FIGURE 46–19 This cervix shows a very extensive abnormal transformation zone (ATZ). The abnormal vessels are set in a white epithelial background and extend into the canal and out onto the portio, even to the vaginal fornices. Conventional conization performed by any means would eventuate in virtual amputation of the cervix.
FIGURE 46–20 A. The situation described and shown in Figure 46–19 is quantified. A 1.5- × 2.0-cm cylinder conization results in tissue loss of 4.73 cm3. B. In contrast, a laser combination conization, which combines a narrow cylinder conization with superficial peripheral vaporization, calculates to a volume loss of cervix of 2.43 cm3. The combination of excision and vaporization thus preserves cervical integrity.
FIGURE 46–21 A. To perform a combination conization, a carbon dioxide (CO2) laser is required. Two sets of laser trace spots are placed. The inner ring outlines the narrow excisional cone. The outer row is made peripheral to the ectocervical extension of the abnormal transformation zone (ATZ). B. The dots are connected by continuous firing of the laser beam, producing the inner and outer circular outlines. Excisional conization is performed by using the laser to cut the tissue (superpulsed and tightly focused beam), as described in Figures 46–4 through 46–8. C. The coned-out tissue (narrow cylinder) measures 1.5 cm in height.
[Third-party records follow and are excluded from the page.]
def test_other_members_byte_identical(filled):
    src, dst, counts = filled
    pkg = read_package(src)
    patched = {pkg.sheet_xml_path("Results"), "xl/workbook.xml"}
    with zipfile.ZipFile(src) as a, zipfile.ZipFile(dst) as b:
        ia, ib = a.infolist(), b.infolist()
        assert [i.filename for i in ia] == [i.filename for i in ib]
        assert [i.compress_type for i in ia] == [i.compress_type for i in ib]
        assert [i.date_time for i in ia] == [i.date_time for i in ib]
        for info in ia:
            if info.filename not in patched:
                assert a.read(info.filename) == b.read(info.filename), info.filename
        assert any(n.startswith("xl/charts/") for n in a.namelist())
    assert counts["sheets_patched"] == 1 and counts["members"] == len(ia)


def test_only_target_cells_change(filled):
    src, dst, counts = filled
    member = read_package(src).sheet_xml_path("Results")
    targets = {w.ref for w in main_writes()}
    with zipfile.ZipFile(src) as a, zipfile.ZipFile(dst) as b:
        old, new = sheet_root(a, member), sheet_root(b, member)
    oc, nc = cells_by_ref(old), cells_by_ref(new)
    for ref, c in oc.items():
        if ref not in targets:
            assert c14n(c) == c14n(nc[ref]), ref
    created = set(nc) - set(oc)
    assert created == {f"E{i}" for i in range(3, 16)}
    assert counts["cells_created"] == len(created) and counts["rows_created"] == 3   # rows 12, 14, 15
    # cell order inside every row and row order stay ascending
    for row in new.iter(f"{{{NS}}}row"):
        cols = [openpyxl.utils.cell.coordinate_from_string(c.get("r"))[0] for c in row]
        idx = [openpyxl.utils.column_index_from_string(x) for x in cols]
        assert idx == sorted(idx)
    rows = [int(r.get("r")) for r in new.iter(f"{{{NS}}}row")]
    assert rows == sorted(rows)
    # everything outside sheetData is unchanged except the used range
    for root in (old, new):
        root.remove(root.find(f"{{{NS}}}sheetData"))
    dim_old, dim_new = old.find(f"{{{NS}}}dimension"), new.find(f"{{{NS}}}dimension")
    assert dim_old.get("ref") == "A1:J13" and dim_new.get("ref") == "A1:J15"
    dim_new.set("ref", dim_old.get("ref"))
    assert c14n(old) == c14n(new)


def test_target_cells_xml(filled):
    src, dst, _ = filled
    member = read_package(src).sheet_xml_path("Results")
    with zipfile.ZipFile(src) as a, zipfile.ZipFile(dst) as b:
        oc, nc = cells_by_ref(sheet_root(a, member)), cells_by_ref(sheet_root(b, member))
    f, v = f"{{{NS}}}f", f"{{{NS}}}v"
    for i, t in enumerate(TIMES, start=2):
        c = nc[f"B{i}"]
        assert c14n(c.find(f)) == c14n(oc[f"B{i}"].find(f))          # formula untouched
        assert c.get("t") is None and float(c.find(v).text) == step(t)
        assert c.get("s") == oc[f"B{i}"].get("s")                       # style kept
    assert nc["D2"].get("t") == "str" and nc["D2"].find(v).text == LABEL
    assert nc["F2"].get("t") == "str" and nc["F2"].find(v).text == NONFINITE_TEXT
    assert nc["F3"].get("t") is None and nc["F3"].find(v).text == "1"
    assert nc["F4"].find(v) is None and nc["F4"].find(f).text == "SF_NONE(A2)"
    for i, x in enumerate(SPILL[1:], start=3):
        c = nc[f"E{i}"]
        assert c.find(f) is None and float(c.find(v).text) == x


def test_openpyxl_reads_result_back(filled):
    src, dst, _ = filled
    vals = openpyxl.load_workbook(dst, data_only=True)
    forms = openpyxl.load_workbook(dst)
    orig = openpyxl.load_workbook(src)
    r = vals["Results"]
    assert [r[f"B{i}"].value for i in range(2, 12)] == [step(t) for t in TIMES]
    assert r["D2"].value == LABEL and r["F2"].value == NONFINITE_TEXT and r["F3"].value == 1
    assert [r[f"E{i}"].value for i in range(2, 16)] == SPILL
    assert r["J3"].value == "right of the spill" and r["A13"].value == "note"
    fr, orr = forms["Results"], orig["Results"]
    for row_new, row_old in zip(fr.iter_rows(max_row=11), orr.iter_rows(max_row=11)):
        for a, b in zip(row_new, row_old):
            if isinstance(b.value, str) and b.value.startswith("="):
                assert a.value == b.value
            assert a.number_format == b.number_format
    i_new, i_old = forms["Inputs"], orig["Inputs"]
    assert i_new["A1"].font.b and i_new["A1"].fill.fgColor.rgb == i_old["A1"].fill.fgColor.rgb
    assert i_new.column_dimensions["A"].width == i_old.column_dimensions["A"].width
    assert [str(m) for m in i_new.merged_cells.ranges] == ["A5:C5"]
    assert i_new["B1"].comment.text == "seconds"
    assert [str(x.sqref) for x in i_new.data_validations.dataValidation] == ["B2"]
    assert forms.defined_names["tau"].attr_text == "Inputs!$B$1"


def test_full_calc_on_load(tmp_path, filled):
    src, dst, counts = filled
    with zipfile.ZipFile(src) as a, zipfile.ZipFile(dst) as b:
        old, new = a.read("xl/workbook.xml"), b.read("xl/workbook.xml")
    old_root, new_root = etree.fromstring(old), etree.fromstring(new)
    assert old_root.find(f"{{{NS}}}calcPr").get("fullCalcOnLoad") == "1"
    assert new_root.find(f"{{{NS}}}calcPr").get("fullCalcOnLoad") is None
    assert counts["full_calc_on_load_removed"]
    del old_root.find(f"{{{NS}}}calcPr").attrib["fullCalcOnLoad"]
    assert c14n(old_root) == c14n(new_root)
    keep = tmp_path / "keep.xlsx"
    write_results(src, keep, [CellWrite("Results", "B2", 1.5)], calc_full_on_load_off=False)
    with zipfile.ZipFile(keep) as k:
        assert k.read("xl/workbook.xml") == old


# ---------------------------------------------------------------- real LibreOffice

def test_libreoffice_shows_cached_values(lo_csv):
    assert set(lo_csv) == {"Inputs", "Results", "Plot"}
    res = lo_csv["Results"]
    for i, t in enumerate(TIMES, start=1):                            # raw values, 15 digits
        assert float(res[i][1]) == pytest.approx(step(t), rel=1e-14, abs=1e-300)  # our cache
        assert float(res[i][2]) == pytest.approx(2 * step(t), rel=1e-14, abs=1e-300)  # =B*2 by LibreOffice
    assert res[1][3] == LABEL
    assert [float(res[i][4]) for i in range(1, 15)] == SPILL
    assert res[1][5] == NONFINITE_TEXT and res[2][5] == "1"
    assert res[2][9] == "right of the spill" and res[12][0] == "note"
    assert float(lo_csv["Inputs"][6][0]) == TAU + 2.0                  # native =SUM still computes
    flat = [x for row in res for x in row]
    assert not any(x.startswith("Err:") for x in flat)


def test_libreoffice_recomputes_empty_caches(lo_csv):
    """Measured limit: with no cached value (None) or empty text LibreOffice computes
    the formula itself, so our functions show #NAME? there."""
    res = lo_csv["Results"]
    assert res[3][5] == "#NAME?" and res[4][5] == "#NAME?"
Its endocervical margin is cut with a scalpel, and the specimen is placed into fixative solution. D. The ectocervix is vaporized to a depth of 5 mm centrally, tapering to 2 mm peripherally. Vaporization eliminates the ectocervical disease. Note that the excised cylinder is pictured underlying the vaporized exocervix.
FIGURE 46–22 A completed combination conization. Note the shallow but total ectocervical vaporization area and the deeper excised central cone (cylinder) cavity. Note also that peripheral vaporization of the abnormal transformation zone (ATZ) extends into the posterior fornix of the vagina.